Movin' on down the Line

7 August 2011

After the fiasco with Theory and Decision (see my entry of 28 March and that of 18 April), I submitted my paper on indecision to yet another journal on 23 April.

To my surprise, that journal gave my paper for review to someone whom I regard as having a markèd conflict-of-interest. I know to whom they gave it because the rejecting review that I received on 16 Jun was, also to my surprise, attributed rather than anonymous.

Some of the criticism was legitimate, but would best have been handled by directing me to revise-and-resubmit. Some of the important criticism was absurd.

For example, the reviewer declared

this is not how one writes proofs in general (except may be in logic)
Considering that the propositions are almost exclusively formal logic (there not being much arithmetic to the structure), it's rather to be expected that the proofs will look as proofs (in or out of quotation marks) do in logic.

And, in defending the attempt to distinguish indecision from indifference found in Indifference or Indecision? by Eliaz and Ok, the reviewer wrote that Mrs Watson (a hypothetical agent presented in that paper)

is indecisive whenever she deems multiple choices as choosable
But she also deems multiple choices as choosable when she is indifferent, and in both cases (according to Eliaz and Ok) makes her decision by flipping a coin.

(In fact, Eliaz and Ok claim something more interesting about what distinguishes indecision from indifference, but an observable distinction does not result from it.)

I stared for a bit, and then sent to the reviewer a simple request for permission to cite the review in future versions of the paper. (I offered no argument or evaluation; I just requested permission to cite.) The review is plainly not itself a publication; it seems closer to being a personal communication. And one is supposed to secure permission before citing personal communications.

I waited for some days, and got no reply. I concluded that none would be forth-coming. I therefore effected what changes I felt should be made given that I could not cite the review, both to make straight-forward improvements, and to preëmptively meet repetition of what I regarded as illegitimate criticisms.

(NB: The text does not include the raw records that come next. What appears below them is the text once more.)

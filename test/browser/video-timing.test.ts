// Video timing in the series screen, in the system Chromium at phone size: synthetic clips of a computed fall
// (test/support/fall-scene.ts, written by Debian's ffmpeg as H.264 MP4 and VP9 WebM at 30, 120 and 240 frames/s)
// picked through the real file input; the crew's taps on the still frame; every frame decoded by WebCodecs in
// the worker; the release and the impact the app finds compared with the fall's own instants (within half a
// frame), the fall time with its stated uncertainty; and the refusals (HEVC, a file that is no video, a clip
// with nothing falling) each with its message and nothing stored.
//
// Run time is bounded by small frames (270 × 480) and short clips (1 s): rendering the frames in Node is the
// slow part (a few seconds a clip on this machine).
import { afterAll, beforeAll, describe, expect, it } from 'vitest';
import { mkdirSync } from 'node:fs';
import type { Browser, BrowserContext, Page } from 'playwright-core';
import { PHONE, baseUrl, collectErrors, expectVisible, haveChromium, launchBrowser, waitForServiceWorker } from './harness';
import { clipFolder, findFfmpeg, makeFallClip, makeStillClip, makeUndecodableFile, type ClipCodec, type MadeClip } from '../support/make-clip';
import type { FallSceneOptions } from '../support/fall-scene';

const SHOTS = 'reports/screens/video';
const haveFfmpeg = findFfmpeg().path !== null;

/** Our own invented scene (test data): a 60 mm ball let go 1.2 m above the floor, filmed from the side. */
const SCENE: Omit<FallSceneOptions, 'frame_rate_hz'> = {
  width_px: 270,
  height_px: 480,
  duration_s: 1,
  release_s: 0.2,
  release_height_m: 1.2,
  noise_grey: 2,
  shake_px: 0.2,
  shadow: true,
  scale_heights_m: [0.4, 0.8, 1.2],
};

const CASES: { codec: ClipCodec; fps: number }[] = [
  { codec: 'h264', fps: 30 },
  { codec: 'h264', fps: 120 },
  { codec: 'h264', fps: 240 },
  { codec: 'vp9', fps: 30 },
  { codec: 'vp9', fps: 120 },
  { codec: 'vp9', fps: 240 },
];

const box = (page: Page, name: RegExp | string) => page.getByRole('textbox', { name }).first();

async function numberAttr(page: Page, testId: string, attr: string): Promise<number> {
  return Number(await page.getByTestId(testId).getAttribute(attr));
}

describe.skipIf(!haveChromium || !haveFfmpeg)('video timing in the series screen', () => {
  let browser: Browser;
  let context: BrowserContext;
  let page: Page;
  let errors: string[];
  const folder = clipFolder();
  const clips = new Map<string, MadeClip>();

  beforeAll(async () => {
    mkdirSync(SHOTS, { recursive: true });
    for (const { codec, fps } of CASES) {
      clips.set(`${codec}-${fps}`, await makeFallClip(folder, `fall-${codec}-${fps}`, { ...SCENE, frame_rate_hz: fps, seed: fps + (codec === 'vp9' ? 1 : 0) }, codec));
    }
    browser = await launchBrowser();
    context = await browser.newContext(PHONE);
    page = await context.newPage();
    errors = collectErrors(page);
  }, 600_000);

  afterAll(async () => {
    await browser?.close();
  });

  it('sets up a day and a series timed by video', async () => {
    await page.goto(`${baseUrl}/`);
    await waitForServiceWorker(page);
    await expectVisible(page.getByRole('heading', { name: 'Start a test day' }));
    await box(page, 'Site name').fill('Stairwell wall');
    await box(page, /^Latitude/).fill('46.1');
    await box(page, /^Longitude/).fill('7.05');
    await box(page, /^Elevation/).fill('430');
    await page.getByRole('button', { name: 'Start the day' }).click();
    await page.getByRole('button', { name: 'Add an air reading' }).click();
    await box(page, /^Air temperature/).fill('20');
    await box(page, /^Air pressure/).fill('961.2');
    await page.getByText('Read on site: the air pressure where we stand', { exact: true }).click();
    await box(page, /^Relative humidity/).fill('50');
    await page.getByRole('button', { name: 'Save reading' }).click();
    await page.goto(`${baseUrl}/#/specimens/new`);
    await box(page, 'Name').fill('Ball 60 mm');
    await box(page, /^Mass/).fill('45');
    await box(page, /^Diameter/).fill('60');
    await page.getByRole('button', { name: 'Add to the catalogue' }).click();
    await expectVisible(page.getByText('Ball 60 mm'));
    await page.goto(`${baseUrl}/#/day`);
    await page.getByRole('button', { name: 'Start a series' }).click();
    await page.getByRole('button', { name: /Understood/ }).click();
    await box(page, /^Release height/).fill('1.2');
    await page.getByLabel('Timing method').selectOption('video');
    await page.getByRole('button', { name: 'Start the series' }).click();
    await expectVisible(page.getByRole('heading', { name: 'Drop 1' }));
    await expectVisible(page.getByTestId('clip-pick'));
    await page.screenshot({ path: `${SHOTS}/01-pick.png` });
  });

  it('refuses an HEVC clip, naming its codec and what to do, and stores nothing', async () => {
    const hevc = await makeFallClip(folder, 'fall-hevc', { ...SCENE, frame_rate_hz: 30, duration_s: 0.5 }, 'hevc');
    await page.getByTestId('clip-pick').setInputFiles(hevc.file);
    const notice = page.locator('.video-entry .notice-bad');
    await expectVisible(notice);
    const text = await notice.innerText();
    expect(text).toMatch(/hvc1|hev1/);
    expect(text).toContain('most compatible format (H.264)');
    await page.screenshot({ path: `${SHOTS}/02-hevc-refused.png` });
    expect(await page.getByRole('heading', { name: 'Drop 1' }).count()).toBe(1);
  });

  it('refuses a file that is no video', async () => {
    await page.getByTestId('clip-pick').setInputFiles(makeUndecodableFile(folder));
    const notice = page.locator('.video-entry .notice-bad');
    await expectVisible(notice);
    expect(await notice.innerText()).toContain('undecodable.mp4 is not a video this app reads');
  });

  /** Picks a clip, taps the scene's fall line and landing line, reads every frame; the found strip or a refusal. */
  async function timeClip(made: MadeClip, shot?: string): Promise<void> {
    // A case that failed may have left a clip open: start again from the pick buttons.
    for (const name of ['Pick another clip', 'Discard this clip']) {
      const back = page.getByRole('button', { name });
      if (await back.count()) await back.click();
    }
    await page.getByTestId('clip-pick').setInputFiles(made.file);
    const still = page.getByTestId('clip-still');
    await expectVisible(still);
    const facts = await page.getByTestId('clip-facts').innerText();
    expect(facts).toContain(`${made.scene.width} × ${made.scene.height}`);
    // A tap on the still frame at a full-frame pixel (scrolled into view first, as a crew would).
    const at = async (x: number, y: number) => {
      await still.scrollIntoViewIfNeeded();
      const frame = await still.boundingBox();
      if (!frame) throw new Error('no still frame on screen');
      await still.click({ position: { x: (x / made.scene.width) * frame.width, y: (y / made.scene.height) * frame.height } });
    };
    const { fall_line, landing_y_px } = made.scene.setup;
    const step = page.getByTestId('tap-step');
    await at(fall_line.x0_px, fall_line.y0_px);
    await page.getByText('Tap the bottom of the fall line').waitFor();
    await at(fall_line.x1_px, fall_line.y1_px);
    await page.getByText('Tap the landing line').waitFor();
    await at(fall_line.x1_px, landing_y_px);
    await step.getByText('Ready').waitFor();
    if (shot) await page.screenshot({ path: `${SHOTS}/${shot}-setup.png` });
    await page.getByRole('button', { name: 'Read every frame' }).click();
  }

  for (const { codec, fps } of CASES) {
    it(`finds the release and the impact of a ${codec === 'h264' ? 'H.264' : 'VP9'} clip at ${fps} frames/s within half a frame`, async () => {
      const made = clips.get(`${codec}-${fps}`)!;
      const first = codec === 'h264' && fps === 240;
      await timeClip(made, first ? '03' : undefined);
      await expectVisible(page.getByTestId('clip-found'), 60_000);
      const frame_s = 1 / fps;
      const release = await numberAttr(page, 'found-release', 'data-time-s');
      const impact = await numberAttr(page, 'found-impact', 'data-time-s');
      const time = await numberAttr(page, 'found-time', 'data-time-s');
      const u = await numberAttr(page, 'found-time', 'data-u-s');
      const truth = made.scene.truth;
      expect(Math.abs(release - truth.release_s) / frame_s, `release ${release} s, truth ${truth.release_s} s`).toBeLessThanOrEqual(0.5);
      expect(Math.abs(impact - truth.impact_s) / frame_s, `impact ${impact} s, truth ${truth.impact_s} s`).toBeLessThanOrEqual(0.5);
      // The stated uncertainty covers the error at k = 2 (GUM 6.2: the expanded uncertainty of about 95 %).
      expect(u).toBeGreaterThan(0);
      expect(Math.abs(time - truth.fall_time_s), `fall time ${time} ± ${u} s, truth ${truth.fall_time_s} s`).toBeLessThanOrEqual(2 * u);
      if (first) await page.screenshot({ path: `${SHOTS}/04-found.png`, fullPage: true });
      await page.getByRole('button', { name: 'Make the drop' }).click();
      const saved = page.getByTestId('clip-drop-saved');
      await expectVisible(saved);
      expect(await saved.innerText()).toContain('from the clip');
    }, 120_000);
  }

  it('says so when nothing falls in the clip, and stores nothing', async () => {
    // Each clip above made one drop: the entry waits for the next one (read once the last save has shown).
    const before = `Drop ${CASES.length + 1}`;
    await expect.poll(() => page.getByRole('heading', { name: /^Drop \d+$/ }).innerText(), { timeout: 30_000 }).toBe(before);
    const still = await makeStillClip(folder, { ...SCENE, frame_rate_hz: 60 });
    await timeClip(still);
    const notice = page.locator('.video-entry .notice-bad');
    await expectVisible(notice, 60_000);
    await page.screenshot({ path: `${SHOTS}/05-nothing-falls.png` });
    expect((await notice.innerText()).length).toBeGreaterThan(20);
    expect(await page.getByRole('heading', { name: /^Drop \d+$/ }).innerText()).toBe(before);
    expect(errors.filter((e) => !/Permissions-Policy/.test(e))).toEqual([]);
  }, 120_000);
});
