// The printed day report, checked the way a person meets it: rendered by Chromium, every series and figure held
// against the analysis core's own numbers, then printed to PDF on A4 and Letter and turned into page images
// (pdftoppm from poppler-utils, 100 dpi, about what a printer gives) kept under reports/screens/report/.
import { execFileSync } from 'node:child_process';
import { existsSync, mkdirSync, mkdtempSync, readdirSync, rmSync, writeFileSync } from 'node:fs';
import { tmpdir } from 'node:os';
import { join } from 'node:path';
import { fileURLToPath } from 'node:url';
import { afterAll, beforeAll, describe, expect, it } from 'vitest';
import type { Browser, Page } from 'playwright-core';
import { analyzeDay, seriesDropRows } from '../../src/analysis';
import { mergeLogs, type DayRecord, type LogRecord } from '../../src/log';
import { dayRecords, dayReport, reportHtml } from '../../src/report';
import { haveChromium, launchBrowser } from './harness';
import { reportLog, sampleDayRecords } from '../report/report-fixture';

const DRAWS = 2000;
const root = fileURLToPath(new URL('../..', import.meta.url));
const screens = join(root, 'reports/screens/report');
const havePoppler = existsSync('/usr/bin/pdftoppm') && existsSync('/usr/bin/pdftotext');

let browser: Browser;
let page: Page;
let records: LogRecord[];
let html = '';
const scratch = mkdtempSync(join(tmpdir(), 'plummet-report-pdf-'));

beforeAll(async () => {
  if (!haveChromium) return;
  records = mergeLogs(reportLog().records, await sampleDayRecords());
  html = reportHtml(dayReport(records, { generatedAt: '2026-07-04T08:00:00.000Z', monteCarloDraws: DRAWS }));
  browser = await launchBrowser();
  const context = await browser.newContext({ javaScriptEnabled: false, viewport: { width: 1000, height: 1400 } });
  // Nothing may be fetched: every request the page would make fails the test below.
  const requests: string[] = [];
  context.on('request', (r) => requests.push(r.url()));
  page = await context.newPage();
  await page.setContent(html, { waitUntil: 'load' });
  expect(requests).toEqual([]);
}, 60_000);

afterAll(async () => {
  await browser?.close();
  rmSync(scratch, { recursive: true, force: true });
});

/** Every `data-field` figure of one series section as Chromium shows it: field → [value, shown text]. */
async function figuresOf(seriesId: string): Promise<Record<string, { value: number; text: string }>> {
  return page.$$eval(`section[data-series-id="${seriesId}"] dl.rp-figures dd[data-field]`, (els) =>
    Object.fromEntries(els.map((e) => [e.getAttribute('data-field'), { value: Number(e.getAttribute('data-value')), text: (e as HTMLElement).innerText }])),
  );
}

describe.skipIf(!haveChromium)('the day report in Chromium', () => {
  it('shows every day and every series of the log, each with the core figures', async () => {
    const days = records.filter((r): r is DayRecord => r.kind === 'day' && !r.deleted);
    expect(days.length).toBe(2);
    expect(await page.locator('section.rp-day').count()).toBe(2);
    let checked = 0;
    let spreads = 0;
    for (const day of days) {
      for (const s of analyzeDay(dayRecords(records, day), { monteCarloDraws: DRAWS })) {
        const section = page.locator(`section[data-series-id="${s.series.id}"]`);
        expect(await section.count(), `series ${s.series.id}`).toBe(1);
        expect(await section.getAttribute('data-state')).toBe(s.outcome.kind);
        if (s.outcome.kind !== 'ready') continue;
        const r = s.outcome.result;
        const f = await figuresOf(s.series.id);
        expect(f['drag_coefficient']!.value).toBe(r.drag_coefficient);
        expect(f['drag_coefficient']!.text).toBe(r.drag_coefficient!.toFixed(3));
        expect(f['drag_coefficient_standard_uncertainty']!.value).toBe(r.drag_coefficient_standard_uncertainty);
        expect(f['drag_coefficient_interval_95_low']!.value).toBe(r.drag_coefficient_interval_95[0]);
        expect(f['drag_coefficient_interval_95_high']!.value).toBe(r.drag_coefficient_interval_95[1]);
        expect(f['density_kg_m3']!.value).toBe(r.air.density_kg_m3);
        expect(f['gravity_m_s2']!.value).toBe(r.gravity_m_s2);
        expect(f['gravity_m_s2']!.text).toBe(`${r.gravity_m_s2.toFixed(5)} m/s²`);
        expect(f['monte_carlo_draws']!.value).toBe(DRAWS);
        if (r.terminal_velocity_m_s !== null) expect(f['terminal_velocity_m_s']!.value).toBe(r.terminal_velocity_m_s);
        expect(await section.locator('.rp-verdict').innerText()).toContain(`C_d = ${r.drag_coefficient!.toFixed(3)} ± ${(2 * r.drag_coefficient_standard_uncertainty).toFixed(3)}`);

        // The drop table: one row per live drop, the fit's residuals and times as the core has them.
        const rows = seriesDropRows(s.series, s.drops, s.outcome);
        const shown = await section.locator('table.rp-drops tbody tr').evaluateAll((trs) =>
          trs.map((tr) => [...tr.querySelectorAll('td')].map((td) => ({ field: td.getAttribute('data-field'), value: td.getAttribute('data-value'), text: td.innerText }))),
        );
        expect(shown).toHaveLength(rows.length);
        rows.forEach((row, i) => {
          const cells = shown[i]!;
          expect(Number(cells.find((c) => c.field === 'time_s')!.value)).toBe(row.drop.time_s);
          expect(Number(cells.find((c) => c.field === 'height_m')!.value)).toBe(row.height_m);
          if (row.residual_s !== null) expect(Number(cells.find((c) => c.field === 'residual_s')!.value)).toBe(row.residual_s);
          const predicted = cells.find((c) => c.field === 'predicted_time_s');
          if (row.predicted_time_s !== null) expect(Number(predicted!.value)).toBe(row.predicted_time_s);
          // The standard sphere curve's own uncertainty beside the predicted time, in milliseconds.
          if (row.predicted_time_standard_uncertainty_s !== null) {
            expect(predicted!.text).toContain(`± ${(row.predicted_time_standard_uncertainty_s * 1000).toFixed(1)} ms`);
            spreads++;
          }
          if (row.drop.excluded) expect(cells[7]!.text).toContain(row.drop.exclusion_reason ?? 'excluded');
        });

        // The budget: one row per input and the combined uncertainty.
        const contributions = await section.locator('table.rp-budget td[data-field="contribution"]').evaluateAll((tds) => tds.map((td) => Number(td.getAttribute('data-value'))));
        expect(contributions).toEqual(r.budget.map((b) => b.contribution));
        expect(Number(await section.locator('td[data-field="combined_standard_uncertainty"]').getAttribute('data-value'))).toBe(r.gum.combined_standard_uncertainty);

        // The chart: a mark per live drop, hollow ones for the excluded, and the fitted and drag-free curves.
        const live = s.drops.filter((d) => !d.deleted);
        const firstChart = section.locator('figure.rp-chart').first();
        expect(await firstChart.locator('svg.rp-plot circle.rp-mark').count()).toBe(live.length);
        expect(await firstChart.locator('svg.rp-plot circle.rp-hollow').count()).toBe(live.filter((d) => d.excluded).length);
        expect(await firstChart.locator('svg.rp-plot polyline.rp-brand').count()).toBe(1);
        expect(await firstChart.locator('svg.rp-plot polyline.rp-dot').count()).toBe(1);
        checked++;
      }
    }
    expect(checked).toBeGreaterThanOrEqual(4);
    expect(spreads).toBeGreaterThan(0);
  });

  it('states the methods with their sources and the safety caution', async () => {
    const text = await page.locator('section.rp-methods').innerText();
    for (const topic of ['Air density', 'Gravity', 'Drag law', 'Buoyancy and added mass', 'CIPM-2007', 'NIMA TR8350.2', 'JCGM 101:2008']) expect(text).toContain(topic);
    expect(await page.locator('.rp-caution').innerText()).toContain('local rules');
  });

  for (const paper of ['A4', 'Letter'] as const) {
    it.skipIf(!havePoppler)(`prints on ${paper} with every series starting a page of its own`, { timeout: 120_000 }, async () => {
      await page.emulateMedia({ media: 'print' });
      const pdf = await page.pdf({ format: paper, printBackground: true });
      const pdfPath = join(scratch, `report-${paper}.pdf`);
      writeFileSync(pdfPath, pdf);
      const pages = Number(/Pages:\s+(\d+)/.exec(execFileSync('pdfinfo', [pdfPath], { encoding: 'utf8' }))![1]);
      const titles = await page.locator('section.rp-series h2').allInnerTexts();
      expect(titles.length).toBeGreaterThanOrEqual(4);
      // Each series' heading is the first text of some page.
      const firsts: string[] = [];
      for (let p = 1; p <= pages; p++) {
        const text = execFileSync('pdftotext', ['-layout', '-f', String(p), '-l', String(p), pdfPath, '-'], { encoding: 'utf8' });
        firsts.push(text.trim().split('\n')[0]!.trim());
      }
      for (const t of titles) expect(firsts.some((line) => line.startsWith(t.slice(0, 30))), `"${t}" opens a page`).toBe(true);
      // The pages as a person would see them printed, kept for review.
      mkdirSync(screens, { recursive: true });
      for (const old of readdirSync(screens).filter((f) => f.startsWith(`report-${paper.toLowerCase()}-`))) rmSync(join(screens, old));
      execFileSync('pdftoppm', ['-r', '100', '-png', pdfPath, join(screens, `report-${paper.toLowerCase()}`)]);
      expect(readdirSync(screens).filter((f) => f.startsWith(`report-${paper.toLowerCase()}-`))).toHaveLength(pages);
    });
  }
});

Then I went over my big spread-sheet o' econ journals, and selected the next journal to which to submit the paper. As with previous submissions, I read the author guidelines, and did some further rewriting and reformatting to tailor a version specific to that journal. I made the new submission on 28 July. Its reported status when I checked this morning was the same as that when I completed the submission process, so I presume that no editor has accepted assignment to it.